What it does
A full ETL pipeline that pulls clinical trial metadata from ClinicalTrials.gov, processes and stores it in PostgreSQL, and serves it through Grafana dashboards. Researchers can track drug efficacy, enrollment trends, sponsor performance, and trial outcomes across conditions in one place, instead of digging through the API themselves.
Why I built it
Clinical trial data is completely public but almost impossible to actually use. The raw API returns dense, inconsistent JSON across thousands of trials and no one has time to make sense of it manually. I wanted to build something that made the patterns visible: which drugs are completing trials, which conditions are attracting the most research, where trials are actually happening, and which sponsors have the strongest track records.
The interesting bit
The pipeline itself was a good problem: the ClinicalTrials.gov API is inconsistent across trials, so a lot of the work was in the transformer layer, figuring out how to normalize data that doesn't always follow the same shape.

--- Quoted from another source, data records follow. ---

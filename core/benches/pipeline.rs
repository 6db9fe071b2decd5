//! Criterion benchmarks of the engine on generated buildings of 100, 1,000,
//! 10,000 and 50,000 emitters (see DEVELOPERS.md, "Benchmarks", and
//! docs/benchmarks.md for the recorded figures).
//!
//! Per size: the full pipeline from a cold start (derive + design + operate
//! with a new workspace), the warm edit → results cycle of a drag (move one
//! emitter by ±5 cm, solve with the same workspace: symbolic factor reused,
//! warm start), the same drag on the incremental path (`solve_edit`, see
//! `design/incremental.rs`) and as a drag preview (`solve_preview`, see
//! `design/preview.rs`), load (parse + validate the RON text) and save (write the RON
//! text), and the parts list of a solved project. Sample counts are small so
//! a full run fits in about ten minutes on two cores.
//!
//! Run: `cargo bench -p flowrise-core --bench pipeline` (filter with e.g.
//! `-- emitters_1000`).

#![allow(clippy::expect_used, clippy::unwrap_used)] // reason: benchmark harness, not product code

/// The allocator the flowrise binary uses (app/src/main.rs), so the figures
/// are the product's.
#[global_allocator]
static ALLOCATOR: mimalloc::MiMalloc = mimalloc::MiMalloc;

use std::hint::black_box;
use std::time::Duration;

use criterion::{BenchmarkId, Criterion, criterion_group, criterion_main};
use flowrise_core::design::{EditHint, Solution, SolveOptions, Workspace, solve_edit, solve_preview, solve_project};
use flowrise_core::generate::{BuildingSpec, generate_building};
use flowrise_core::parts::{PartsOptions, parts_list};
use flowrise_core::project::{Edit, NodeId, NodeKind, Project};

/// (floors, emitters per floor) for 100, 1,000, 10,000 and 50,000 emitters.
const SIZES: [(u32, u32); 4] = [(5, 20), (10, 100), (20, 500), (50, 1000)];

fn pipeline(c: &mut Criterion) {
    for (floors, per_floor) in SIZES {
        let n = floors * per_floor;
        let project = generate_building(&BuildingSpec::new(floors, per_floor)).expect("generated building");
        let opts = SolveOptions::default();
        let mut g = c.benchmark_group(format!("emitters_{n}"));
        let (samples, secs) = if n >= 10_000 { (10, 8) } else { (20, 3) };
        g.sample_size(samples).measurement_time(Duration::from_secs(secs)).warm_up_time(Duration::from_secs(1));

        g.bench_function(BenchmarkId::new("solve_cold", n), |b| {
            b.iter(|| black_box(solve_project(&project, &opts, &mut Workspace::default())));
        });

        let mover = project.nodes().find(|x| matches!(x.kind, NodeKind::Emitter(_))).map(|x| x.id).expect("an emitter");
        let mut drag = project.clone();
        let mut ws = Workspace::default();
        let _ = solve_project(&drag, &opts, &mut ws);
        let mut step = 0u64;
        g.bench_function(BenchmarkId::new("drag_edit_to_results", n), |b| {
            b.iter(|| {
                step += 1;
                let dx = if step.is_multiple_of(2) { 0.05 } else { -0.05 };
                drag.apply(Edit::MoveNodes { ids: vec![mover], dx_m: dx, dy_m: 0.0 }).expect("move");
                black_box(solve_project(&drag, &opts, &mut ws))
            });
        });

        // The same drag on the incremental path the window uses
        // (`solve_edit` with the edit's hint, a workspace that keeps the
        // derivation).
        hinted_drag(&mut g, "drag_edit_to_results_incremental", n, &project, mover, |p, ws, hint| {
            let sol = solve_edit(p, &opts, ws, hint);
            assert!(sol.timings.incremental, "the drag took the full path");
            sol
        });
        // The same drag as the window solves it while the pointer is down:
        // a drag preview (`solve_preview`, design/preview.rs) on the last
        // full design.
        hinted_drag(&mut g, "drag_preview", n, &project, mover, |p, ws, hint| {
            solve_preview(p, &opts, ws, hint).expect("a preview")
        });

        let text = project.to_ron().expect("ron");
        g.bench_function(BenchmarkId::new("load", n), |b| {
            b.iter(|| black_box(Project::from_ron(&text).expect("load")))
        });
        g.bench_function(BenchmarkId::new("save_to_text", n), |b| {
            b.iter(|| black_box(project.to_ron().expect("save")))
        });

        let sol = solve_project(&project, &opts, &mut Workspace::default());
        let popts = PartsOptions::default();
        g.bench_function(BenchmarkId::new("parts_list", n), |b| {
            b.iter(|| black_box(parts_list(&project, &sol, &popts).expect("parts")));
        });
        g.finish();
    }
}

/// A drag of `mover` by ±5 cm per iteration on a workspace that keeps the
/// derivation ([`Workspace::for_edits`]), each move solved by `solve` with
/// its edit's hint.
fn hinted_drag(
    g: &mut criterion::BenchmarkGroup<'_, criterion::measurement::WallTime>,
    name: &str,
    n: u32,
    project: &Project,
    mover: NodeId,
    mut solve: impl FnMut(&Project, &mut Workspace, &EditHint) -> Solution,
) {
    let mut moving = project.clone();
    let mut ws = Workspace::for_edits();
    let _ = solve_project(&moving, &SolveOptions::default(), &mut ws);
    let mut step = 0u64;
    g.bench_function(BenchmarkId::new(name, n), |b| {
        b.iter(|| {
            step += 1;
            let dx = if step.is_multiple_of(2) { 0.05 } else { -0.05 };
            let edit = Edit::MoveNodes { ids: vec![mover], dx_m: dx, dy_m: 0.0 };
            let hint = EditHint::for_edit(&moving, &edit).expect("a move has a hint");
            moving.apply(edit).expect("move");
            black_box(solve(&moving, &mut ws, &hint))
        });
    });
}

criterion_group!(benches, pipeline);
criterion_main!(benches);
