//! Interaction tests of the flowrise window (egui_kittest, no GPU, no
//! display): they drive the real `FlowriseApp::ui` with pointer and key
//! events and check both what the window shows and the project document.
//!
//! Run: `cargo test -p flowrise --test gui` (about a second; no display).

// Test helpers outside `#[test]` functions unwrap too: a failure is the point.
#![allow(clippy::unwrap_used, clippy::panic)]

use std::path::PathBuf;
use std::time::Duration;

use egui::{Event, Key, Modifiers, Pos2, Vec2};
use egui_kittest::Harness;
use egui_kittest::kittest::Queryable;
use flowrise::gui::canvas::tools;
use flowrise::gui::recovery::RecoveryConfig;
use flowrise::gui::{FlowriseApp, Selection};
use flowrise_core::design::FindingKind;
use flowrise_core::project::{Edit, LevelId, NodeId, NodeKind, PlanPoint, Project};

const APARTMENT: &str = include_str!("../../demo-projects/apartment-block-heat-pump.ron");
const FLAT: &str = include_str!("../../demo-projects/flat-six-radiators.ron");

/// A harness around the app at the screenshot size, solving on the UI thread.
fn harness(project: Project) -> Harness<'static, FlowriseApp> {
    harness_app(FlowriseApp::new(project, None))
}

/// A harness around a prepared app.
fn harness_app(mut app: FlowriseApp) -> Harness<'static, FlowriseApp> {
    app.set_background_solve(false);
    let mut h = Harness::builder()
        .with_size(Vec2::new(1440.0, 900.0))
        .with_max_steps(40)
        .build_ui_state(|ui, app: &mut FlowriseApp| app.ui(ui), app);
    h.run();
    h
}

fn demo(text: &str) -> Project {
    Project::from_ron(text).unwrap()
}

/// Click on the canvas at a plan point (press and release in place).
fn click_plan(h: &mut Harness<'_, FlowriseApp>, p: PlanPoint) {
    let q = h.state().screen_from_plan(p);
    h.hover_at(q);
    h.drag_at(q);
    h.drop_at(q);
    h.run();
}

/// Drag on the canvas from `from` by `by` screen points, optionally with Shift.
fn drag_screen(h: &mut Harness<'_, FlowriseApp>, from: Pos2, by: Vec2, shift: bool) {
    if shift {
        h.event(Event::ModifiersChanged(Modifiers::SHIFT));
    }
    h.hover_at(from);
    h.drag_at(from);
    h.hover_at(from + by * 0.1);
    h.hover_at(from + by * 0.6);
    h.hover_at(from + by);
    h.drop_at(from + by);
    if shift {
        h.event(Event::ModifiersChanged(Modifiers::NONE));
    }
    h.run();
}

/// Show a level on the canvas, fitted.
fn show_level(h: &mut Harness<'_, FlowriseApp>, level: LevelId) {
    let c = h.state_mut().canvas_mut();
    c.level = level;
    c.fit_pending = true;
    h.run();
}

The more interesting analytical layer was building the efficacy and sponsor reputation scores. There's no single "success" metric in clinical research, so I had to make deliberate choices about what completion rate, enrollment rate, and phase progression actually mean when combined. Those design decisions changed the output significantly, which was a good reminder that analytics is never just plumbing.
Stack
Python, PostgreSQL, Grafana, Docker, Pandas, NumPy, SQLAlchemy, Scikit-learn, SciPy, ClinicalTrials.gov REST API.